As complex as the disorder it seeks to explore; makes for a frequently disquieting read.

A fragmented debut novel about life lived under a fog of schizophrenia from author Harnisch.

Benjamin J. Schreiber has a number of problems, not the least of which being that he tried to rob a bank with a cellphone. Mentally ill, though protected by a powerful father and a trust fund, Ben finds himself in therapy instead of jail. While in therapy, Ben explores his alter ego, a masochist named Georgie Gust. Much like Ben, Georgie depends on wealthy parents; a state of affairs that he uses to explore all types of humiliation and kinky sex. After Georgie hires a neighbor named Claudia to torture him in new and inventive ways, he succumbs to a type of twisted love only his peculiar mind and circumstances could produce. Book Two drifts back in time and finds a high school-aged Georgie attending a prestigious private school in New England. Afflicted with Tourette’s syndrome, Georgie has a hard time making friends. When Claudia, the girlfriend of a popular lacrosse player, takes an interest in him, it naturally causes problems. Following chapters become yet more disordered, with names and afflictions repeated, though the circumstances tend to vary. It’s 1987, and the reader sees Ben’s suburban New York family home being remodeled while his unhappy mother goes about her private demise. Later Georgie marries a woman named Clio, though he longs for a waitress named Claudia. At one point, Jonathan Harnisch introduces himself as a mentally ill artist in a string of beat-like sentences: “Thoughts. Thoughts bombard my head, my brain. My psyche.” What is the reader to make of these worlds of obsessions, disorders and well-to-do young men?

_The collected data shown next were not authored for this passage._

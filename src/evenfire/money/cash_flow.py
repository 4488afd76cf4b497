"""What one way to supply steam costs, year by year."""

from __future__ import annotations

from collections.abc import Mapping
from dataclasses import dataclass, field

import numpy as np
from numpy.typing import NDArray

from evenfire.money.checks import require_sound
from evenfire.money.purchases import PURCHASE_LINES, purchase_lines
from evenfire.money.terms import Finance, Investment, Prices, YearlyQuantities
from evenfire.money.yearly_costs import (
    RUNNING_LINES,
    discount_factors,
    quantity_of_line,
    running_unit_costs,
    tax_rate,
)

FloatArray = NDArray[np.float64]

RUNNING_TAX_LINE = "tax on running costs"


@dataclass(frozen=True, slots=True, kw_only=True)
class CashFlow:
    """Costs of every year by line, on the basis of ``finance.rate_basis``; income is negative."""

    finance: Finance
    lines: Mapping[str, FloatArray] = field(repr=False)
    """Name to costs of years 0 to the horizon [currency], each of shape (horizon + 1,).

    ``grants`` and the two lines of tax stand only where the terms ask for them.
    """

    def yearly(self, *names: str) -> FloatArray:
        """Sum of the named lines in each year [currency], shape (horizon + 1,); absent ones are zero."""
        total = np.zeros(self.finance.horizon_years + 1)
        for name in names:
            if name in self.lines:
                total += self.lines[name]
        return total

    @property
    def yearly_total(self) -> FloatArray:
        """Cost of each year [currency], shape (horizon + 1,)."""
        return self.yearly(*self.lines)

    @property
    def yearly_running(self) -> FloatArray:
        """Running cost of each year with its tax [currency], shape (horizon + 1,)."""
        return self.yearly(*RUNNING_LINES, RUNNING_TAX_LINE)

    @property
    def yearly_capital(self) -> FloatArray:
        """Investment, replacement, residual value, grants and their tax [currency], shape (horizon + 1,)."""
        return self.yearly(*PURCHASE_LINES)

    @property
    def investment(self) -> float:
        """Outlay of year 0 with contingency, before any grant [currency]."""
        return float(self.yearly("investment")[0])

    @property
    def present_cost(self) -> float:
        """Net present cost over the horizon [currency]."""
        return float(discount_factors(self.finance) @ self.yearly_total)

    def line_present_cost(self, name: str) -> float:
        """Present cost over the horizon of one line [currency]; zero for a line that does not stand."""
        return float(discount_factors(self.finance) @ self.yearly(name))


def cash_flow(
    investments: tuple[Investment, ...], quantities: YearlyQuantities, prices: Prices, finance: Finance
) -> CashFlow:
    """Costs of every year, from what is bought and what a year of operation uses.

    For the table that a finance department checks. Year 0 is the investment, years 1 to the horizon
    are operation, every amount falls at the end of its year. Amounts are nominal or real as
    ``finance.rate_basis`` says, and rates, escalations and price paths must be stated likewise.

    Parameters
    ----------
    investments : tuple of Investment
        What is bought; what already stands costs nothing here.
    quantities : YearlyQuantities
        What each year of operation uses.
    prices : Prices
        What the quantities cost and how that changes.
    finance : Finance
        Horizon, rates, contingency, inflation and tax.

    Returns
    -------
    CashFlow
        Lines ``investment``, ``replacement``, ``residual value``, ``fuel``, ``carbon``,
        ``electricity``, ``water``, ``unmet steam``, ``burner starts`` and ``maintenance``; with a
        grant also ``grants``, with tax also ``tax on investment`` and ``tax on running costs``.

    Raises
    ------
    MoneyError
        M101 to M107, all problems of the terms at once.

    Notes
    -----
    Tax assumes that the owner's other income uses up every deduction in its year, and that unmet
    steam is lost taxable income. Costs of existing plant before year 0 are sunk and left out.

    References
    ----------
    Fuller and Petersen, NIST Handbook 135, 1996 edition (life-cycle cost method).

    Examples
    --------
    >>> from evenfire.money.terms import Price
    >>> free = Price(amount=0.0)
    >>> flow = cash_flow(
    ...     (Investment(name="vessel", amount=100_000.0, life_years=20),),
    ...     YearlyQuantities(
    ...         fuel_j_lhv=3.6e12, co2_kg=0.0, electricity_j=0.0, water_kg=0.0, unmet_steam_kg=0.0,
    ...         burner_start_cost=0.0, maintenance_cost=0.0,
    ...     ),
    ...     Prices(
    ...         fuel_per_j_lhv=Price(amount=30.0 / 3.6e9, escalation=0.03), carbon_per_kg=free,
    ...         electricity_per_j=free, water_per_kg=free, unmet_steam_per_kg=free,
    ...         maintenance=Price(amount=1.0),
    ...     ),
    ...     Finance(
    ...         currency="EUR", price_date="2026-10", horizon_years=15, discount_rate=0.08,
    ...         rate_basis="nominal",
    ...     ),
    ... )
    >>> flow.line_present_cost("fuel")  # 30 000 a year * 10.482592
    314477.76
    >>> print(flow.lines["residual value"][15])
    -25000.0
    """
    require_sound(finance, prices=prices, investments=investments, quantities=quantities)
    lines = {line: np.zeros(finance.horizon_years + 1) for line in PURCHASE_LINES}
    for investment in investments:
        for line, amounts in purchase_lines(investment, finance).items():
            lines[line] += amounts
    unit_costs = running_unit_costs(prices, finance)
    amounts_used = quantity_of_line(quantities)
    lines |= {line: amounts_used[line] * unit_costs[line] for line in RUNNING_LINES}
    running = np.sum([lines[line] for line in RUNNING_LINES], axis=0)
    lines[RUNNING_TAX_LINE] = -tax_rate(finance) * running
    if finance.tax is None:
        del lines["tax on investment"], lines[RUNNING_TAX_LINE]
    if all(investment.grant is None for investment in investments):
        del lines["grants"]
    return CashFlow(finance=finance, lines=lines)
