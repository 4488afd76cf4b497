"""Prices, investments and yearly quantities, as plain frozen data.

Energy is on net calorific value, in joules; money is in the case's currency at its price date.
Year 0 is the investment, years 1 to the horizon are operation, and every amount is paid at the end
of its year. Nominal amounts contain inflation, real amounts are in the price date's money.
"""

from __future__ import annotations

from dataclasses import dataclass


@dataclass(frozen=True, slots=True, kw_only=True)
class Tax:
    """Profit tax of an owner whose other income uses up every deduction in its year."""

    rate: float
    """Share of profit paid as tax [1]; the discount rate must then be one after tax."""
    depreciation_shares: tuple[float, ...]
    """Share of a purchase deducted in the 1st, 2nd, ... year after it [1]; they sum to one."""


@dataclass(frozen=True, slots=True, kw_only=True)
class Grant:
    """Money towards a first purchase that need not be paid back."""

    share: float
    """Share of the purchase price without contingency [1]."""
    years_after_purchase: int = 0


@dataclass(frozen=True, slots=True, kw_only=True)
class Finance:
    """How amounts of different years are put on one basis."""

    currency: str
    price_date: str
    horizon_years: int
    discount_rate: float
    """Per year [1]; real or nominal as ``rate_basis`` says."""
    rate_basis: str
    """``real`` or ``nominal``; escalations are stated on the same basis."""
    contingency: float = 0.0
    """Share added to every investment and its replacements [1]."""
    inflation: float = 0.0
    """General price rise per year [1]; links real and nominal amounts."""
    tax: Tax | None = None
    reinvestment_rate: float | None = None
    """What yearly savings earn until the horizon [1]; None for the discount rate."""


@dataclass(frozen=True, slots=True, kw_only=True)
class Price:
    """A price with its yearly change, on the basis of ``Finance.rate_basis``."""

    amount: float
    """Price at the price date, per unit of the quantity it prices."""
    escalation: float = 0.0
    """Change per year [1]; year n is paid at amount * (1 + escalation)**n."""
    path: tuple[tuple[int, float], ...] = ()
    """(year after the price date, price) in rising years; straight lines lead from ``amount`` in year 0
    through these points, and ``escalation`` holds from the last of them on."""


@dataclass(frozen=True, slots=True, kw_only=True)
class Prices:
    """What the yearly quantities cost."""

    fuel_per_j_lhv: Price
    carbon_per_kg: Price
    electricity_per_j: Price
    water_per_kg: Price
    """Feed water including treatment [currency/kg]."""
    unmet_steam_per_kg: Price
    maintenance: Price
    """Escalation of maintenance and burner starts; amount is 1 (quantities are already money)."""


@dataclass(frozen=True, slots=True, kw_only=True)
class YearlyQuantities:
    """What one year of operation uses; the same every year of the horizon."""

    fuel_j_lhv: float
    co2_kg: float
    electricity_j: float
    water_kg: float
    unmet_steam_kg: float
    burner_start_cost: float
    """Wear of burner starts at the price date's prices [currency/a]."""
    maintenance_cost: float
    """Boilers' and vessel's maintenance and inspection at the price date's prices [currency/a]."""


@dataclass(frozen=True, slots=True, kw_only=True)
class Investment:
    """One thing bought."""

    name: str
    amount: float
    """Installed cost before contingency at the price date's prices [currency]."""
    life_years: int
    """Replaced at the same real price after this many years; the unused part is the residual value."""
    year: int = 0
    """Year in which it is bought and its life begins."""
    payments: tuple[tuple[int, float], ...] = ((0, 1.0),)
    """(years after the purchase, share of its price) of a contract whose sums do not follow inflation."""
    escalation: float | None = None
    """Change of its price per year on the basis of ``Finance.rate_basis`` [1]; None for general inflation."""
    replacement_amount: float | None = None
    """Cost of a replacement before contingency at the price date's prices; None for ``amount``."""
    residual_value: float | None = None
    """Value at the horizon at the price date's prices; None for the straight-line unused part."""
    grant: Grant | None = None


@dataclass(frozen=True, slots=True, kw_only=True)
class CostBasis:
    """How a published cost correlation is brought to the case's place and date."""

    correlation: str
    """Name of one of ``cost_basis.CORRELATIONS``."""
    cost_index: float
    """The correlation's own cost index at the case's price date [1]."""
    currency_per_usd: float
    """The case's currency for one US dollar at the price date."""
    location_factor: float = 1.0
    """Cost in the case's region over cost on the US Gulf Coast [1]."""
    installation_factor: float | None = None
    """Installed over purchased cost [1]; None for the factor that the source gives."""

Those looking for an anchor in this swirling sea will have difficulty finding one. Taken as a fictionalized account of a disparate mind, the book succeeds—although not without moments of melodrama and repetition. Claudia and Georgie’s teenage relationship often proves no more exciting than an after-school TV special, but at another point in the book, when the torturer-for-hire Claudia must find new levels of debasement to explore, Georgie’s pain is very real and not for the faint of heart.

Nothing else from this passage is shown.